But my point still stands: if the sea-steaders thought they could escape into
some "international law" zone, then they were sadly mistaken. It's more like a
"we dont really care...until we do" zone.

IIRC Greenpeace found this out when commandos (French) boarded their ship.

------
mmphosis
_Honduras, the second poorest country in Central America, suffers from
extraordinarily unequal distribution of income, as well as high
underemployment. While historically dependent on the export of bananas and
coffee, Honduras has diversified its export base to include apparel and
automobile wire harnessing. Nearly half of Honduras's economic activity is
directly tied to the US, with exports to the US accounting for 30% of GDP and
remittances for another 20%. The US-Central America Free Trade Agreement
(CAFTA) came into force in 2006 and has helped foster foreign direct
investment, but physical and political insecurity, as well as crime and
perceptions of corruption, may deter potential investors; about 70% of FDI is
from US firms.
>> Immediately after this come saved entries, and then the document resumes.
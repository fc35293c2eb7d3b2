//! The housing: body, bore, cores, ports, head passage, stops.

use super::proportions::{EdgeShape, Span};
use super::sheet::Sheet;
use crate::scene::{Paint, Part, PartPen, Prim};
use helmsplit_model::Signal;
use kurbo::Vec2;

/// Wall of the sleeve between bore and core where the land uncovers holes, as a share of the
/// radius.
const SLEEVE: f64 = 0.2;

/// Length of the drilled head hole that is drawn, as a share of the radius.
const HEAD_HOLE_LENGTH: f64 = 0.3;

/// Half the length of the arrow for a large flow, px, and that flow, m3/s; what hardly flows has
/// no arrow.
const ARROW: f64 = 11.0;
const LARGE_FLOW: f64 = 5e-4;
const LEAST_FLOW: f64 = 2e-6;

impl Sheet<'_> {
    /// Body and oil spaces, all behind the spool.
    pub(super) fn body(&self, parts: &mut Vec<Part>) {
        let (h, s) = (self.half_height, &self.shape);
        let mut pen = PartPen::new("valve.housing", "Housing");
        let corners = [
            (self.left, -h),
            (self.right, -h),
            (self.right, h),
            (self.left, h),
        ];
        self.housing(&mut pen, &corners);
        let mut closed = corners.to_vec();
        closed.push(corners[0]);
        self.edge(&mut pen, &closed);
        parts.push(pen.done());
        parts.push(self.inlet());
        parts.push(self.core("valve.excess_port", "Excess port", s.excess_core, "p_e"));
        parts.push(self.core(
            "valve.priority_port",
            "Priority port",
            s.priority_core,
            "p_c",
        ));
        parts.push(self.head_chamber());
        parts.push(self.spring_chamber());
    }

    /// A port: from the core out of the housing.
    fn port(&self, pen: &mut PartPen, core: Span, pressure: &str, sign: f64) -> Span {
        let signal = match pressure {
            "p_in" => Signal::PumpFlow,
            "p_c" => Signal::PriorityFlow,
            _ => Signal::ExcessFlow,
        };
        let s = &self.shape;
        let half = (0.42 * (core.1 - core.0)).min(0.55 * s.radius);
        let middle = 0.5 * (core.0 + core.1);
        let port = (middle - half, middle + half);
        let (from, to) = (sign * s.core_radius, sign * self.half_height);
        // A little into the core, so that no seam shows.
        let inside = from - sign / self.px_per_mm;
        let heights = (inside.min(to), inside.max(to));
        self.fill(pen, port, heights, self.oil(pressure));
        for x in [port.0, port.1] {
            self.edge(pen, &[(x, from), (x, to)]);
        }
        // Into the inlet and out of the others: up, either way.
        let middle = self.at(middle, 0.5 * (from + to));
        let room = 0.42 * (self.half_height - s.core_radius) * self.px_per_mm;
        self.flow_arrow(pen, middle, (signal, room));
        port
    }

    /// An arrow up if a flow is positive, down if negative, at most `room` px to both sides.
    fn flow_arrow(&self, pen: &mut PartPen, (x, y): (f64, f64), (signal, room): (Signal, f64)) {
        let flow = self.moment.and_then(|moment| moment.signal(signal));
        let Some(flow) = flow.filter(|flow| flow.abs() > LEAST_FLOW) else {
            return;
        };
        let up = flow.signum();
        let half = ARROW.min(room) * (flow.abs() / LARGE_FLOW).sqrt().clamp(0.4, 1.0);
        pen.push(Prim::Arrow {
            tip: (x, y - up * half).into(),
            direction: Vec2::new(0.0, -up),
            length: 2.0 * half,
            // Light or dark, it stands out against the oil around it.
            paint: Paint::Ground,
            pace: (flow.abs() / LARGE_FLOW).min(1.0),
        });
    }

    /// Walls of a core on one side, open towards its port.
    fn core_walls(&self, pen: &mut PartPen, core: Span, sign: f64, port: Option<Span>, foot: f64) {
        let out = sign * self.shape.core_radius;
        let foot = sign * foot;
        match port {
            Some(port) => {
                self.edge(pen, &[(core.0, foot), (core.0, out), (port.0, out)]);
                self.edge(pen, &[(port.1, out), (core.1, out), (core.1, foot)]);
            }
            None => self.edge(
                pen,
                &[(core.0, foot), (core.0, out), (core.1, out), (core.1, foot)],
            ),
        }
    }

    fn inlet(&self) -> Part {
        let s = &self.shape;
        let mut pen = PartPen::new("valve.inlet", "Inlet");
        let oil = self.oil("p_in");
        let core = s.inlet_core;
        self.fill(&mut pen, core, (-s.core_radius, s.core_radius), oil);
        let port = self.port(&mut pen, core, "p_in", -1.0);
        self.core_walls(&mut pen, core, -1.0, Some(port), s.radius);
        self.core_walls(&mut pen, core, 1.0, None, s.radius);
        // Around the neck of the spool, and along its chamfer.
        let neck = (s.neck_start + self.travel, s.shoulder + self.travel);
        self.fill(&mut pen, neck, (-s.radius, s.radius), oil);
        pen.done()
    }

    fn core(&self, id: &str, name: &str, core: Span, pressure: &str) -> Part {
        let s = &self.shape;
        let mut pen = PartPen::new(id, name);
        let oil = self.oil(pressure);
        let holes = match s.edge {
            EdgeShape::Holes { diameter, .. } if pressure == "p_e" => Some(diameter),
            _ => None,
        };
        let foot = match holes {
            Some(_) => s.radius * (1.0 + SLEEVE),
            None => s.radius,
        };
        let port = self.port(&mut pen, core, pressure, 1.0);
        for sign in [-1.0, 1.0] {
            let holes = holes.filter(|_| sign > 0.0 || s.edge.is_cut_below());
            let heights = (sign * foot, sign * s.core_radius);
            let heights = (heights.0.min(heights.1), heights.0.max(heights.1));
            self.fill(&mut pen, core, heights, oil);
            let open = (sign > 0.0).then_some(port);
            self.core_walls(&mut pen, core, sign, open, foot);
            if let Some(diameter) = holes {
                self.sleeve_hole(&mut pen, (core.0, core.0 + diameter), sign, foot);
                let (left, right) = (core.0 + diameter, core.1);
                self.edge(&mut pen, &[(left, sign * foot), (right, sign * foot)]);
            } else if foot > s.radius {
                self.edge(&mut pen, &[(core.0, sign * foot), (core.1, sign * foot)]);
            }
        }
        pen.done()
    }

    /// A hole of the sleeve in the section plane.
    fn sleeve_hole(&self, pen: &mut PartPen, hole: Span, sign: f64, foot: f64) {
        let (from, to) = (sign * self.shape.radius, sign * foot);
        let oil = self.oil("p_e");
        self.fill(pen, hole, (from.min(to), from.max(to)), oil);
        for x in [hole.0, hole.1] {
            self.edge(pen, &[(x, from), (x, to)]);
        }
    }

    fn head_chamber(&self) -> Part {
        let s = &self.shape;
        let mut pen = PartPen::new("valve.head_end", "Head end");
        let oil = self.oil("p_h");
        let chamber = (s.head_end, self.travel);
        self.fill(&mut pen, chamber, (-s.radius, s.radius), oil);
        self.head_passage(&mut pen);
        // The stop at zero travel.
        let pin = 0.4 * s.radius;
        self.housing(
            &mut pen,
            &[
                (s.head_end, -pin),
                (0.0, -pin),
                (0.0, pin),
                (s.head_end, pin),
            ],
        );
        self.edge(
            &mut pen,
            &[
                (s.head_end, -pin),
                (0.0, -pin),
                (0.0, pin),
                (s.head_end, pin),
            ],
        );
        pen.done()
    }

    /// The passage from the inlet core to the head chamber, with the head hole in it.
    fn head_passage(&self, pen: &mut PartPen) {
        let s = &self.shape;
        let (oil, inlet) = (self.oil("p_h"), self.oil("p_in"));
        let (wide, small) = (0.09 * s.radius, 0.5 * s.head_hole);
        let y = 0.5 * (s.radius + s.core_radius);
        let down = 0.5 * s.head_end;
        let length = HEAD_HOLE_LENGTH * s.radius;
        let hole = (0.4 * s.inlet_core.0, 0.4 * s.inlet_core.0 + length);
        self.fill(pen, (down - wide, hole.0), (y - wide, y + wide), oil);
        self.fill(pen, (down - wide, down + wide), (s.radius, y), oil);
        self.fill(pen, (hole.1, s.inlet_core.0), (y - wide, y + wide), inlet);
        self.fill(pen, hole, (y - small, y + small), inlet);
        let end = s.inlet_core.0;
        self.edge(
            pen,
            &[
                (down - wide, s.radius),
                (down - wide, y + wide),
                (hole.0, y + wide),
                (hole.0, y + small),
                (hole.1, y + small),
                (hole.1, y + wide),
                (end, y + wide),
            ],
        );
        self.edge(
            pen,
            &[
                (down + wide, s.radius),
                (down + wide, y - wide),
                (hole.0, y - wide),
                (hole.0, y - small),
                (hole.1, y - small),
                (hole.1, y - wide),
                (end, y - wide),
            ],
        );
    }

    fn spring_chamber(&self) -> Part {
        let s = &self.shape;
        let mut pen = PartPen::new("valve.spring_end", "Spring end");
        let chamber = (s.spool_end + self.travel, s.spring_end);
        self.fill(&mut pen, chamber, (-s.radius, s.radius), self.oil("p_s"));
        // The stop at full travel: a ring around the spring.
        let stop = s.spool_end + s.stroke;
        let inner = s.recess_radius;
        for sign in [-1.0, 1.0] {
            let corners = [
                (stop, sign * inner),
                (s.spring_end, sign * inner),
                (s.spring_end, sign * s.radius),
                (stop, sign * s.radius),
            ];
            self.housing(&mut pen, &corners);
            self.edge(&mut pen, &[corners[1], corners[0], corners[3]]);
        }
        pen.done()
    }

    /// The bore between the cores, and its ends.
    pub(super) fn bore_walls(&self) -> Part {
        let s = &self.shape;
        let mut pen = PartPen::new("valve.bore", "Bore of the housing");
        let passage = 0.09 * s.radius;
        let down = 0.5 * s.head_end;
        for sign in [-1.0, 1.0] {
            let y = sign * s.radius;
            let mut walls = vec![
                (down + passage, s.inlet_core.0),
                (s.inlet_core.1, s.excess_core.0),
                (s.excess_core.1, s.priority_core.0),
                (s.priority_core.1, s.spring_end),
            ];
            if sign > 0.0 {
                walls.push((s.head_end, down - passage));
            } else {
                walls[0].0 = s.head_end;
            }
            if let EdgeShape::Holes { diameter, .. } = s.edge {
                let cut = sign > 0.0 || s.edge.is_cut_below();
                let from = if cut { diameter } else { 0.0 };
                walls.push((s.excess_core.0 + from, s.excess_core.1));
            }
            for (from, to) in walls {
                self.edge(&mut pen, &[(from, y), (to, y)]);
            }
        }
        for x in [s.head_end, s.spring_end] {
            self.edge(&mut pen, &[(x, -s.radius), (x, s.radius)]);
        }
        pen.done()
    }
}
The economy registered sluggish economic growth in 2010,
insufficient to improve living standards for the nearly 65% of the population
in poverty. The LOBO administration inherited a difficult fiscal position with
off-budget debts accrued in previous administrations and government salaries
nearly equivalent to tax collections. His government has displayed a
commitment to improving tax collection and cutting expenditures, and
attracting foreign investment. This enabled Tegucigalpa to secure an IMF
Precautionary Stand-By agreement in October 2010. The IMF agreement has helped
renew multilateral and bilateral donor confidence in Honduras following the
ZELAYA administration's economic mismanagement and the 2009 coup._

[https://www.cia.gov/library/publications/the-world-
factbook/...](https://www.cia.gov/library/publications/the-world-
factbook/geos/ho.html)

------
padobson
Entrepreneurial solutions to government. Why not?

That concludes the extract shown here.